TASK INSTRUCTIONS> Look through the listing underneath for "already", and copy every line that has it.

SUPPLIED INFORMATION>
----------
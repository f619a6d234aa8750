"""A transformers encoder-decoder checkpoint behind triage's model interface.

Loading is local only (a directory, or a name already in the local Hugging Face cache),
float32 on the CPU by default, safetensors unless the user allows pickle-based weights,
and never with remote code unless the user passes ``trust_remote_code``.
"""

from __future__ import annotations

import hashlib
import os
from collections.abc import Sequence
from pathlib import Path
from typing import Any

import torch

from .errors import ModelError

WEIGHT_SAFE = (".safetensors",)
WEIGHT_PICKLE = (".bin", ".pt", ".pth", ".ckpt", ".pkl")
FINGERPRINT_FILES = (
    "config.json",
    "generation_config.json",
    "tokenizer.json",
    "tokenizer_config.json",
    "special_tokens_map.json",
    "vocab.json",
    "merges.txt",
    "source.spm",
    "target.spm",
    "spiece.model",
    "sentencepiece.bpe.model",
)


def resolve_model_dir(name_or_path: str) -> Path:
    """A local directory for the model: the path itself, or the local cache's snapshot (no download)."""
    p = Path(name_or_path)
    if p.is_dir():
        return p
    if p.exists():
        raise ModelError("is a file, not a model directory", path=name_or_path,
                         hint="pass the folder that holds config.json and the weights")
    if "/" in name_or_path and not name_or_path.startswith((".", "/")) and name_or_path.count("/") == 1:
        try:
            from huggingface_hub import snapshot_download

            return Path(snapshot_download(name_or_path, local_files_only=True))
        except Exception:
            pass
    raise ModelError("model directory not found (triage never downloads models)", path=name_or_path,
                     hint="pass a local checkpoint folder, or a name already in the local Hugging Face cache")


def model_fingerprint(model_dir: Path) -> str:
    """sha256 over the files that decide the model's scores, in a fixed order."""
    h = hashlib.sha256()
    names = sorted(
        f.name for f in model_dir.iterdir()
        if f.is_file() and (f.name in FINGERPRINT_FILES or f.suffix in WEIGHT_SAFE + WEIGHT_PICKLE)
    )
    for name in names:
        h.update(name.encode() + b"\0")
        with open(model_dir / name, "rb") as fh:
            for chunk in iter(lambda: fh.read(1 << 20), b""):
                h.update(chunk)
    return h.hexdigest()


def _check_weights(model_dir: Path, allow_pickle: bool) -> None:
    files = [f.name for f in model_dir.iterdir() if f.is_file()]
    safe = [f for f in files if f.endswith(WEIGHT_SAFE)]
    pickled = [f for f in files if f.endswith(WEIGHT_PICKLE)]
    if not safe and not pickled:
        raise ModelError("no weights found (expected model.safetensors)", path=str(model_dir))
    if not safe and not allow_pickle:
        raise ModelError(
            f"weights only in a pickle-based format ({pickled[0]}); loading a pickle can run arbitrary code",
            path=str(model_dir),
            hint="convert to safetensors, or pass --allow-pickle if you trust the folder",
        )


class TransformersModel:
    """SequenceModel over a transformers AutoModelForSeq2SeqLM and its tokenizer."""

    def __init__(self, model: Any, tokenizer: Any, model_dir: Path | None = None, device: str = "cpu"):
        self.model = model.eval()
        self.tokenizer = tokenizer
        self.model_dir = model_dir
        self.device = torch.device(device)
        gc = model.generation_config
        cfg = model.config
        start = gc.decoder_start_token_id if gc.decoder_start_token_id is not None else cfg.decoder_start_token_id
        eos = gc.eos_token_id if gc.eos_token_id is not None else cfg.eos_token_id
        if isinstance(eos, (list, tuple)):
            eos = eos[0]
        pad = gc.pad_token_id if gc.pad_token_id is not None else cfg.pad_token_id
        if start is None or eos is None:
            raise ModelError("the model config names no decoder start or end-of-sequence token",
                             path=str(model_dir) if model_dir else None)
        self.start_id = int(start)
        self.end_id = int(eos)
        self.pad_id = int(pad if pad is not None else eos)
        self.vocab_size = int(model.get_output_embeddings().weight.shape[0])
        self.unk_id = tokenizer.unk_token_id
        maxpos = getattr(cfg, "max_position_embeddings", None)
        self.max_source_tokens = int(maxpos) if maxpos else None
        self.max_target_tokens = int(maxpos) if maxpos else None
        self._fingerprint: str | None = None

    # -------------------------------------------------------------- text <-> ids
    def tokenize_sources(self, texts: Sequence[str]) -> list[list[int]]:
        return [list(x) for x in self.tokenizer(list(texts), add_special_tokens=True)["input_ids"]]

    def tokenize_targets(self, texts: Sequence[str]) -> list[list[int]]:
        ids = self.tokenizer(text_target=list(texts), add_special_tokens=True)["input_ids"]
        out = []
        for row in ids:
            row = list(row)
            if row and row[-1] == self.end_id:
                row = row[:-1]
            out.append(row)
        return out

    def detokenize(self, ids: Sequence[int]) -> str:
        return self.tokenizer.decode(list(ids), skip_special_tokens=True)

    def token_strings(self, ids: Sequence[int]) -> list[str]:
        return [str(t) for t in self.tokenizer.convert_ids_to_tokens(list(ids))]

    def fingerprint(self) -> str:
        if self._fingerprint is None:
            if self.model_dir is not None:
                self._fingerprint = model_fingerprint(self.model_dir)
            else:
                h = hashlib.sha256()
                for k, v in sorted(self.model.state_dict().items()):
                    h.update(k.encode())
                    h.update(v.detach().cpu().contiguous().numpy().tobytes())
                self._fingerprint = h.hexdigest()
        return self._fingerprint

    # -------------------------------------------------------------- tensors
    def _pad(self, rows: Sequence[Sequence[int]]) -> tuple[torch.Tensor, torch.Tensor]:
        width = max(len(r) for r in rows)
        ids = torch.full((len(rows), width), self.pad_id, dtype=torch.long)
        mask = torch.zeros((len(rows), width), dtype=torch.long)
        for i, r in enumerate(rows):
            ids[i, : len(r)] = torch.tensor(list(r), dtype=torch.long)
            mask[i, : len(r)] = 1
        return ids.to(self.device), mask.to(self.device)

    @torch.inference_mode()
    def encode(self, sources: Sequence[Sequence[int]]) -> dict[str, torch.Tensor]:
        ids, mask = self._pad(sources)
        hidden = self.model.get_encoder()(input_ids=ids, attention_mask=mask).last_hidden_state
        return {"hidden": hidden, "mask": mask, "input_ids": ids}

    def select(self, state: dict[str, torch.Tensor], cache: Any, index: torch.Tensor) -> tuple[Any, Any]:
        index = index.to(self.device)
        new_state = {k: v.index_select(0, index) for k, v in state.items()}
        if cache is not None:
            cache.reorder_cache(index)
        return new_state, cache

    def _forward(self, state: dict[str, torch.Tensor], decoder_inputs: torch.Tensor, cache: Any, use_cache: bool):
        from transformers.modeling_outputs import BaseModelOutput

        return self.model(
            encoder_outputs=BaseModelOutput(last_hidden_state=state["hidden"]),
            attention_mask=state["mask"],
            decoder_input_ids=decoder_inputs.to(self.device),
            cache=cache,
            use_cache=use_cache,
        )

    @torch.inference_mode()
    def next_logprobs(self, state: dict[str, torch.Tensor], prefixes: torch.Tensor, cache: Any = None):
        inputs = prefixes[:, -1:] if cache is not None else prefixes
        out = self._forward(state, inputs, cache, use_cache=True)
        logits = out.logits[:, -1, :].float()
        return torch.log_softmax(logits, dim=-1), out.cache

    @torch.inference_mode()
    def forced_logprobs(self, state: dict[str, torch.Tensor], decoder_inputs: torch.Tensor) -> torch.Tensor:
        out = self._forward(state, decoder_inputs, None, use_cache=False)
        return torch.log_softmax(out.logits.float(), dim=-1)

    @torch.inference_mode()
    def forced_target_logprobs(self, state: dict[str, torch.Tensor], decoder_inputs: torch.Tensor,
                               targets: torch.Tensor) -> torch.Tensor:
        """Log-prob [B, T] of targets[:, t] after decoder_inputs[:, :t+1]: gather minus logsumexp."""
        out = self._forward(state, decoder_inputs, None, use_cache=False)
        logits = out.logits.float()
        picked = logits.gather(-1, targets.to(self.device).unsqueeze(-1)).squeeze(-1)
        return picked - torch.logsumexp(logits, dim=-1)


def load_transformers_model(name_or_path: str, *, device: str = "cpu", allow_pickle: bool = False,
                            trust_remote_code: bool = False) -> TransformersModel:
    """Load a local encoder-decoder checkpoint with transformers' Auto classes (never downloads)."""
    os.environ.setdefault("HF_HUB_OFFLINE", "1")
    os.environ.setdefault("TRANSFORMERS_OFFLINE", "1")
    model_dir = resolve_model_dir(name_or_path)
    if not (model_dir / "config.json").is_file():
        raise ModelError("no config.json in the model directory", path=str(model_dir))
    from transformers import AutoConfig, AutoModelForSeq2SeqLM, AutoTokenizer

    try:
        config = AutoConfig.from_pretrained(model_dir, local_files_only=True, trust_remote_code=trust_remote_code)
    except Exception as exc:  # transformers raises many kinds here
        raise ModelError(f"config.json cannot be read: {str(exc).splitlines()[0]}", path=str(model_dir)) from exc
    if not getattr(config, "is_encoder_decoder", False):
        raise ModelError(f"not an encoder-decoder model (model_type {config.model_type!r})", path=str(model_dir),
                         hint="triage scores sequence-to-sequence checkpoints loadable with AutoModelForSeq2SeqLM")
    _check_weights(model_dir, allow_pickle)
    try:
        tokenizer = AutoTokenizer.from_pretrained(model_dir, local_files_only=True, trust_remote_code=trust_remote_code)
    except Exception as exc:
        raise ModelError(f"tokenizer missing or unreadable: {str(exc).splitlines()[0]}", path=str(model_dir),
                         hint="the model directory must hold the tokenizer files saved with save_pretrained") from exc
    if tokenizer is None or isinstance(tokenizer, bool):
        raise ModelError("tokenizer missing", path=str(model_dir))
    try:
        model = AutoModelForSeq2SeqLM.from_pretrained(
            model_dir, local_files_only=True, trust_remote_code=trust_remote_code,
            dtype=torch.float32, use_safetensors=not allow_pickle or None,
        )
    except Exception as exc:
        raise ModelError(f"weights cannot be loaded: {str(exc).splitlines()[0]}", path=str(model_dir)) from exc
    model.to(device)
    vocab_model = int(model.get_output_embeddings().weight.shape[0])
    if len(tokenizer) > vocab_model:
        raise ModelError(
            f"vocabulary mismatch: the tokenizer has {len(tokenizer)} tokens, the model only {vocab_model}",
            path=str(model_dir), hint="the tokenizer files belong to another model",
        )
    return TransformersModel(model, tokenizer, model_dir=model_dir, device=device)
----------
SOLUTION TO THE EXERCISE>
Loading is local only (a directory, or a name already in the local Hugging Face cache),
                     hint="pass a local checkpoint folder, or a name already in the local Hugging Face cache")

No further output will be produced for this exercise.